流冰海趴在地上,静静的待了很久,大头站在一旁,像个犯错的孩子。
它鸡爪踢了踢她。
她睁开眼,回头看它,好像看不清楚,又坐起身,重新看它。
看了良久,她才笑出来。
流冰海捏了捏鸡冠,“你刚刚吓死我了。”
大头眨了眨眼睛。
它也是它也是。
“我得罪那么多人,惹了那么多风波,有人想除掉我,我不是不知道,恐怕,就连那姓张的新纳的烟儿也想除掉我,你怎会急成如此,真当我傻了吗。”

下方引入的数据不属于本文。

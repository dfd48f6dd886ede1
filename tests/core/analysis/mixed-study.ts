import type { SnapshotTrial } from '#core/analysis/snapshot.ts';
import type { Protocol } from '#core/protocol/protocol.ts';
import { factorOf, measureOf, planOf, protocolOf } from './study-of-rows.ts';

/** A protocol with a measure of every scale, each by a method that suits it; three conditions. */
export function mixedProtocol(): Protocol {
  return protocolOf({
    withinFactors: [factorOf('glove', ['bare', 'thin', 'thick'])],
    measures: [
      measureOf({ key: 'time', label: 'Task time', unit: 's', scale: 'time-like' }),
      measureOf({ key: 'force', label: 'Grip force', unit: 'N' }),
      measureOf({
        key: 'drops',
        label: 'Drops',
        scale: 'count',
        decimals: 0,
        exposure: { kind: 'measure', measure: 'pegs' },
      }),
      measureOf({ key: 'pegs', label: 'Pegs tried', scale: 'count', decimals: 0 }),
      measureOf({ key: 'seated', label: 'Seated right', scale: 'binary', decimals: 0 }),
      measureOf({
        key: 'comfort',
        label: 'Comfort',
        scale: 'ordinal',
        decimals: 0,
        taken: 'once-a-period',
        points: ['poor', 'fair', 'good'].map((label, index) => ({ value: index + 1, label })),
      }),
    ],
    exclusions: [
      { kind: 'time-out', measure: 'time', limit: 90 },
      { kind: 'incomplete-participant', minimumPeriods: 2 },
    ],
    analysis: {
      measures: [
        planOf({ measure: 'time', equivalence: { lower: 0.8, upper: 1.25 } }),
        planOf({
          measure: 'force',
          role: 'secondary',
          primaryEstimate: 'unadjusted',
          contrasts: { kind: 'against-reference', reference: 'bare' },
          equivalence: { lower: -5, upper: 5 },
        }),
        planOf({ measure: 'drops', role: 'secondary', multiplicity: 'bonferroni' }),
        ...['seated', 'comfort'].map((measure) =>
          planOf({
            measure,
            role: 'secondary',
            method: 'friedman',
            primaryEstimate: 'unadjusted',
            multiplicity: 'none',
          }),
        ),
      ],
    },
  });
}

/** Values of one trial that vary with person, condition and period, by a fixed rule. */
export function mixedValues(
  person: number,
  condition: number,
  period: number,
): SnapshotTrial['values'] {
  const noise =
    ((person * person * 37 + person * condition * 11 + period * condition * 23) % 17) / 17;
  const seven = (5 * person ** 2 + 3 * person * condition + (period + 1) * condition) % 7;
  return {
    time: 20 + 3 * condition - period + 4 * noise + (person % 5),
    force: 60 - 4 * condition + 6 * noise,
    drops: Math.round(9 * noise) + condition,
    pegs: 25,
    seated: seven > 2,
    comfort: 1 + Math.floor((3 * seven) / 7),
  };
}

流冰海对着无辜的鸡头,“只是有些事,我不得不先应着,你明白吗。”
大头看了她一会儿,忽然垂下了头。
似乎是想点点头,却还是垂着,有些忧伤。
流冰海笑笑,唤了一声,“锅盖头。”
大头一个激灵,忽然抬起眼睛。
“是你,是不是。”她捧起它的鸡脸,目光柔软的凝视着它。
虽然有些扎手,虽然弱的可怜,虽然你只是一只鸡,但我还是能认出你。
从你看着我的眼神中认出你,从你赖在我怀里的温柔中认出你。
从很多很多时刻认出你,从贺大哥说,你自从来了,就不打鸣不干活,只会做一个晒太阳的小祖宗认出你。
记得当初,我们在农场,你每日每夜宠我如祖宗。
到了这一世,大约也该换成我,这样每日每夜的宠着你。
流冰海摸了摸它颤抖的鸡爪,有些伤心,“可是,可是你怎么会变成了一只鸡呢。”
可是,你怎么会穿到了这一世,又变成了一只鸡呢。
你来贺家,是早知我会来,于是便傻傻在这里等我?
还是,你早知我这一世没人疼爱,便变成一只鸡,陪在我身边。
你怎么会变成了一只鸡呢。
你之前是怎么过的呢,你好吗,你受苦了没有,你是怎么过来的?
很多话,她都很想问,可她知道它只是一只鸡,什么也不会说。
她想着也便罢了,就这样糊里糊涂的便罢了。
可是,她的心,真的会疼。
“你好吗?”她红了眼睛,终于问出口。
这跨越了一个世的寻找,你终于找到了我,是吗。
是不是,从前有太多遗憾还没有了却,是不是,从前有太多话还没说?
“让我猜一猜,我猜一猜你是怎么来的。”流冰海道。
大头红着眼睛,爪子急急的扒着她的手背。
流冰海看着大头,一双泪眼中带了笑,抿了抿嘴,道,“因为……那一世的你,也在做任务,是不是?”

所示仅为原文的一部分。